DUMBERERERERERER — It Pays to Blow the Whistle
In news that will surprise no one, Biogen will pay a $900 million fine to settle claims that it paid doctors “speaking and consulting fees” to encourage them to prescribe its drugs. The company admits no guilt in the settlement. (BTW, who are these doctors, and why are they still allowed to practice?)
BUT FORGET ABOUT THAT, LISTEN TO THIS: The case was brought by a whistleblower named Michael Bawduniak, a former Biogen employee. The Wall Street Journal reports that under federal whistleblower legislation, Bawduniak will receive almost 30% of the fine, or about a quarter BILLION dollars.
His reaction to the news:
DUMBEST - This is Why We Can’t Have Nice Things
To celebrate its new direct service from Long Beach, CA, to Honolulu, Southwest teamed up with Guitar Center to present each passenger with a free ukelele.
There was also a 20-minute uke lesson on board, and then passengers were encouraged to put the instruments away for the rest of the trip.
How fun is that?
Well, back on the mainland, some people expressed their displeasure at the idea.
“Literally cannot think of anything worse my god,” tweeted @CaitlinSouthan. Really? Nothing worse on a plane flight?
“If the flight I’m on ever turns into a surprise group music lesson I am going to sue the airline for $50 billion in emotional damages,” was the Twitter take by @doodlyroses, to which @CAPOTK7 replied, “Shut up and be happy.”
Everybody lighten up. This is a nice thing. The plane was going to Hawaii and the party was starting and this is how you do it.

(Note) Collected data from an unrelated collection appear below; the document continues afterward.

//! A table on a terminal: one thin rule below the titles, units on a line of their own, numbers aligned by their
//! decimal points, rows numbered as `.row(i)` counts them.
//!
//! What does not fit is not drawn, and a line below the table says what that is and how to see it. Reasons of
//! failure are too long for a column: they stand below, each with its row.

use comfy_table::{Attribute, Cell, CellAlignment, Color, ColumnConstraint, LineStyle, TableStyle, Width};
use lysocline_engine::present::{Column, Style, Table, notation, number, table::FAILURE};

use super::notes;

/// How a table is to be drawn.
#[derive(Debug, Clone, Copy)]
pub struct Look {
    /// Characters, and the width of the terminal.
    pub style: Style,
    /// Whether to send escape sequences for bold, dim and red.
    pub color: bool,
    /// Rows to be drawn at most; of a longer table the beginning and the end are drawn.
    pub rows: usize,
}

impl Default for Look {
    fn default() -> Self {
        Self { style: Style::default(), color: false, rows: 20 }
    }
}

/// The table as lines of text, each ending in a line end.
pub fn draw(table: &Table, look: &Look) -> String {
    let excerpt = Excerpt::of(table, look.rows);
    let columns: Vec<Drawn> = table
        .columns()
        .iter()
        .zip(excerpt.table.columns())
        .filter(|(column, _)| column.title().name() != FAILURE)
        .map(|(_, shown)| Drawn::of(shown, &excerpt, look.style))
        .collect();
    let index = Drawn::index(table, &excerpt, look.style);
    let fit = Fit::of(&index, &columns, look.style.width);
    let drawn: Vec<&Drawn> = [&index].into_iter().chain(&columns[..fit.widths.len()]).collect();

    let grid = if columns.is_empty() { String::new() } else { grid(&drawn, &fit, &excerpt, table, look) };
    let hidden_rows = table.n_rows() - excerpt.rows.len();
    let left_out: Vec<&str> = columns[fit.widths.len()..].iter().map(|c| c.title.as_str()).collect();
    grid + notes::below(table, hidden_rows, &left_out, look.style).as_str()
}

/// The rows that are drawn.
struct Excerpt {
    /// These rows only.
    table: Table,
    /// Their positions in the whole table.
    rows: Vec<usize>,
    /// After how many of them rows are left out.
    gap: Option<usize>,
}

impl Excerpt {
    /// Two thirds of the rows allowed from the beginning, the others from the end.
    fn of(table: &Table, allowed: usize) -> Self {
        let (n, allowed) = (table.n_rows(), allowed.max(2));
        if n <= allowed {
            return Self { table: table.clone(), rows: (0..n).collect(), gap: None };
        }
        let head = (2 * allowed).div_ceil(3).min(allowed - 1);
        let tail = allowed - head;
        let ends = table.head(head).append(&table.tail(tail));
        Self {
            // Both ends are of one table, so they have the same columns.
            table: ends.unwrap_or_else(|_| table.clone()),
            rows: (0..head).chain(n - tail..n).collect(),
            gap: Some(head),
        }
    }

    /// One text for each line of the body: those of the rows, and `gap` where rows are left out.
    fn with_gap(&self, mut texts: Vec<String>, gap: &str) -> Vec<String> {
        if let Some(at) = self.gap {
            texts.insert(at, gap.to_owned());
        }
        texts
    }
}
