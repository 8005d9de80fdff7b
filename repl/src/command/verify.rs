//! `lysocline verify a.rhai`: does a sealed script still give what it gave, and if not, why?
//!
//! It is run with the sealed constants, which tells whether the program, the script or its files have changed, and with
//! today's, which tells what has become of the constants.

use std::collections::BTreeMap;
use std::path::Path;

use lysocline_engine::chem::Reaction;
use lysocline_engine::ledger::{Constituent, Ledger, in_force, shipped};
use lysocline_engine::present::{Cell, Column, Style, Table, number};
use lysocline_engine::script::record::Recorded;
use lysocline_engine::script::sandbox::digest_of;
use lysocline_engine::script::{Diagnostic, Record};

use crate::cli::{Limits, Look, Verify};
use crate::job::{self, Files, Job, Script};
use crate::render::table;
use crate::seal::{Seal, agrees};

/// Constants that are tried one by one; of more, only how many differ is said.
const TRIED: usize = 24;

/// Returns whether every value still comes out and nothing was edited.
pub fn run(asked: &Verify, look: &Look, limits: &Limits) -> bool {
    let job = Job { file: &asked.file, arguments: &[], write: Path::new("out"), look, limits };
    match verify(&job) {
        Ok(verdict) => {
            verdict.print(look);
            verdict.holds()
        }
        Err(diagnostic) => {
            job.messages().print(&diagnostic);
            false
        }
    }
}

/// What was found.
struct Verdict {
    name: String,
    /// Facts in the order they were found out.
    notes: Vec<String>,
    /// Whether something beside the values is not as it was.
    edited: bool,
    values: Vec<Compared>,
}

/// One sealed value and what became of it.
struct Compared {
    sealed: Record,
    /// With the sealed constants, and with today's; `None` where it is no longer recorded.
    then: Option<Recorded>,
    today: Option<Recorded>,
    /// What moved it, as far as is known.
    cause: String,
}

impl Compared {
    fn moved_then(&self) -> bool {
        !self.then.as_ref().is_some_and(|value| agrees(&self.sealed.value, value))
    }

    fn moved_today(&self) -> bool {
        !self.today.as_ref().is_some_and(|value| agrees(&self.sealed.value, value))
    }
}
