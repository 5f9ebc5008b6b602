package org.crossreach.report.pdf;

import java.util.List;

/** A section of the PDF of a measurement; one class for each, listed in {@link MeasurementPdf}. */
@FunctionalInterface
interface MeasurementSection {

  /** The section's blocks with its heading; none when there is nothing to say. */
  List<Block> blocks(Subject subject);
}
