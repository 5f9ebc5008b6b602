package org.crossreach.report.pdf;

import java.io.IOException;
import java.util.List;

/** A piece of a page's content that knows its height. */
interface Block {

  /** Height that the block takes in a width (pt). */
  double height(double width);

  /**
   * Draws the block with its upper left corner at a place (pt from the upper left corner).
   *
   * @param sheet the page
   * @param parent the element of the structure in which the block stands
   * @param x left
   * @param y top
   * @param width width
   */
  void draw(Sheet sheet, Structure.Element parent, double x, double y, double width)
      throws IOException;

  /** The pieces between which a page may end. */
  default List<Block> parts() {
    return List.of(this);
  }

  /** Whether a page may not end after the block. */
  default boolean staysWithNext() {
    return false;
  }

  /** Whether the block, with which everything ends, belongs at the foot of its page. */
  default boolean sinks() {
    return false;
  }

  /** What is to be repeated, as decoration, when a page begins with this block. */
  default List<Block> repeatedAbove() {
    return List.of();
  }
}
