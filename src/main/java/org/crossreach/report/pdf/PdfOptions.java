package org.crossreach.report.pdf;

import java.util.List;
import org.crossreach.report.Units;

/**
 * How a PDF is made.
 *
 * @param paper size of the pages
 * @param units the reader's units
 * @param attachments files that travel inside, in order; one that would make the PDF too large is
 *     named with its hash instead
 */
public record PdfOptions(Paper paper, Units units, List<Attachment> attachments) {

  public PdfOptions {
    attachments = List.copyOf(attachments);
  }

  /** A4, SI, nothing inside. */
  public static PdfOptions defaults() {
    return new PdfOptions(Paper.A4, Units.SI, List.of());
  }

  /** The same with another size of page. */
  public PdfOptions withPaper(Paper paper) {
    return new PdfOptions(paper, units, attachments);
  }

  /** The same in other units. */
  public PdfOptions withUnits(Units units) {
    return new PdfOptions(paper, units, attachments);
  }

  /** The same with other files inside. */
  public PdfOptions withAttachments(List<Attachment> attachments) {
    return new PdfOptions(paper, units, attachments);
  }
}
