package org.crossreach.report.pdf;

import java.io.IOException;
import org.apache.pdfbox.pdmodel.graphics.form.PDFormXObject;
import org.crossreach.report.chart.Picture;

/**
 * A picture that repeats what a table beside it says; readers that cannot see pass over it.
 *
 * @param picture the picture
 */
record Decoration(Picture picture) implements Block {

  @Override
  public double height(double width) {
    return picture.height(width);
  }

  @Override
  public void draw(Sheet sheet, Structure.Element parent, double x, double y, double width)
      throws IOException {
    PDFormXObject form = sheet.book().drawn(picture, width, picture.height(width));
    sheet.decoration(() -> sheet.form(form, x, y));
  }
}
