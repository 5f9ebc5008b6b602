package org.crossreach.evidence;

import java.util.ArrayList;
import java.util.Arrays;
import java.util.List;

/**
 * Which of several contestants has the smallest error, so far as resampled errors can tell.
 *
 * @param order every contestant from the best to the worst: those that cannot be told from the one
 *     with the smallest error by the given order of preference, then the others by their error
 * @param equals how many of the order's first cannot be told apart
 */
record Contest(List<Integer> order, int equals) {

  /** A contestant is worse when its error is larger in more than this share of the resamples. */
  private static final double CERTAIN = 0.95;

  /**
   * Holds a contest.
   *
   * @param error size of each contestant's error, at least 0
   * @param drawn the same in each resample: {@code drawn[resample][contestant]}
   * @param negligible how much larger an error may be and still count as equal, in its unit
   * @param preference which of two equals is taken: the one with the smaller number
   */
  static Contest of(double[] error, double[][] drawn, double negligible, double[] preference) {
    int n = error.length;
    int first = 0;
    for (int k = 1; k < n; k++) {
      first = error[k] < error[first] ? k : first;
    }
    List<Integer> equals = new ArrayList<>();
    List<Integer> worse = new ArrayList<>();
    for (int k = 0; k < n; k++) {
      int larger = 0;
      for (double[] each : drawn) {
        larger += each[k] > each[first] ? 1 : 0;
      }
      boolean isWorse = larger > CERTAIN * drawn.length && error[k] > error[first] + negligible;
      (isWorse ? worse : equals).add(k);
    }
    equals.sort((a, b) -> Double.compare(preference[a], preference[b]));
    worse.sort((a, b) -> Double.compare(error[a], error[b]));
    List<Integer> order = new ArrayList<>(equals);
    order.addAll(worse);
    return new Contest(List.copyOf(order), equals.size());
  }

  /** The contestant in the first place. */
  int first() {
    return order.get(0);
  }

  /** Those that cannot be told from the best. */
  List<Integer> equal() {
    return order.subList(0, equals);
  }

  /** The value below which 95 % of some values lie; they are sorted by the call. */
  static double most(double[] values) {
    Arrays.sort(values);
    return values[(int) Math.ceil(CERTAIN * values.length) - 1];
  }
}
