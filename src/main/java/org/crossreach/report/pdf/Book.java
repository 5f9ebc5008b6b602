package org.crossreach.report.pdf;

import java.awt.geom.Rectangle2D;
import java.io.IOException;
import java.util.ArrayList;
import java.util.EnumMap;
import java.util.List;
import java.util.Map;
import org.apache.fontbox.ttf.TTFParser;
import org.apache.fontbox.ttf.TrueTypeFont;
import org.apache.pdfbox.io.RandomAccessReadBuffer;
import org.apache.pdfbox.pdmodel.PDDocument;
import org.apache.pdfbox.pdmodel.PDPage;
import org.apache.pdfbox.pdmodel.PDPageContentStream;
import org.apache.pdfbox.pdmodel.common.PDRectangle;
import org.apache.pdfbox.pdmodel.font.PDType0Font;
import org.apache.pdfbox.pdmodel.graphics.form.PDFormXObject;
import org.crossreach.report.chart.Face;
import org.crossreach.report.chart.Picture;

/** A PDF while its pages are laid out; one book belongs to one thread. */
final class Book implements AutoCloseable {

  private final PDDocument pdf = new PDDocument();
  private final Structure structure = new Structure();
  private final Map<Face, PDType0Font> fonts = new EnumMap<>(Face.class);
  private final List<Sheet> sheets = new ArrayList<>();
  private final Paper paper;

  Book(Paper paper) {
    this.paper = paper;
  }

  PDDocument pdf() {
    return pdf;
  }

  Paper paper() {
    return paper;
  }

  Structure structure() {
    return structure;
  }

  List<Sheet> sheets() {
    return sheets;
  }

  /** A face in this book; only the characters that are used travel with it. */
  PDType0Font font(Face face) throws IOException {
    PDType0Font font = fonts.get(face);
    if (font == null) {
      TrueTypeFont file = new TTFParser().parse(new RandomAccessReadBuffer(face.bytes()));
      // Ligatures would cost a third of the time and make letters harder to find.
      file.setEnableGsub(false);
      font = PDType0Font.load(pdf, file, /* embedSubset= */ true);
      fonts.put(face, font);
    }
    return font;
  }

  /** Opens a new page at the end. */
  Sheet newSheet() throws IOException {
    PDPage page = new PDPage(new PDRectangle((float) paper.width(), (float) paper.height()));
    pdf.addPage(page);
    structure.addPage(page);
    PDPageContentStream content =
        new PDPageContentStream(
            pdf, page, PDPageContentStream.AppendMode.OVERWRITE, /* compress= */ false);
    Sheet sheet = new Sheet(this, page, sheets.size(), content);
    sheets.add(sheet);
    return sheet;
  }

  /** Draws a picture once, to be placed on a page. */
  PDFormXObject drawn(Picture picture, double width, double height) throws IOException {
    PictureCanvas canvas = new PictureCanvas(this, width, height);
    picture.draw(canvas.graphics(), new Rectangle2D.Double(0, 0, width, height));
    return canvas.finished();
  }

  @Override
  public void close() throws IOException {
    pdf.close();
  }
}
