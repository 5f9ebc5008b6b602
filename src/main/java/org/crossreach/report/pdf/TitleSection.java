package org.crossreach.report.pdf;

import java.util.List;
import org.crossreach.discharge.PassDischarge;
import org.crossreach.survey.Bank;
import org.crossreach.survey.Site;

/** Where, what and when, in two lines at the head of the first page. */
final class TitleSection implements TransectSection, MeasurementSection {

  @Override
  public List<Block> blocks(Subject subject, PassDischarge pass) {
    int place = subject.result().reduction().passes().indexOf(pass) + 1;
    return blocks(
        subject,
        "Discharge measurement "
            + subject.measurement().id()
            + ", pass "
            + place
            + " of "
            + subject.result().reduction().passes().size()
            + " ("
            + pass.pass().name()
            + ", from the "
            + (pass.pass().startBank() == Bank.LEFT ? "left" : "right")
            + " bank"
            + (pass.pass().used() ? "" : ", not used")
            + "), "
            + Subject.date(Subject.start(pass)));
  }

  @Override
  public List<Block> blocks(Subject subject) {
    List<PassDischarge> passes = subject.result().reduction().passes();
    return blocks(
        subject,
        "Discharge measurement "
            + subject.measurement().id()
            + ", "
            + subject.result().summary().passesUsed()
            + (subject.result().summary().passesUsed() == 1 ? " pass" : " passes")
            + ", "
            + Subject.date(Subject.start(passes.get(0))));
  }

  private static List<Block> blocks(Subject subject, String subtitle) {
    PageStyle style = subject.style();
    return List.of(
        new Text("H1", style.title(), place(subject)),
        Text.paragraph(style.subtitle(), subtitle),
        new Gap(4),
        new Rule(style.chart().ink(), 1.2),
        new Gap(8));
  }

  /** River and site, or the measurement's own name where neither was recorded. */
  static String place(Subject subject) {
    Site site = subject.measurement().site();
    if (site.river().isBlank()) {
      return site.name().isBlank() ? subject.measurement().id() : site.name();
    }
    return site.name().isBlank() ? site.river() : site.river() + " at " + site.name();
  }
}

That said, I did like Amtrak’s attempt to capitalize on the controversy. “Btw we have quiet cars,” the train operator tweeted, to which Southwest replied, “Are you able to strum your way over to Hawaii, though?”
DUMB … but Wonderful
First, American Airlines is trying to figure out why the PA system on two flights broadcast something that sounded like someone was either pleasuring himself or dealing with a bad case of food poisoning. The audio is both hilarious and disturbing, and the pilots swear they didn’t pull a prank.
JLo mostly uses the site to promote her beauty line and entrepreneurial activities, but who else on LinkedIn has a resume listing “36 years and 9 months” as an actor?
“Her first big break was as a ‘Fly Girl’ on the hit show ‘In Living Color,’” the bio begins. It ends with, “Her films have grossed a combined $2.9 billion.”
Oooooh, that Jennifer Lopez.
I’m exhausted. I left out so many candidates — e.g., the more Donald Trump talks to Maggie Haberman of the New York Times, the less money goes into his campaign coffers. However, I think I’ve thrown enough stones from my glass house for one day.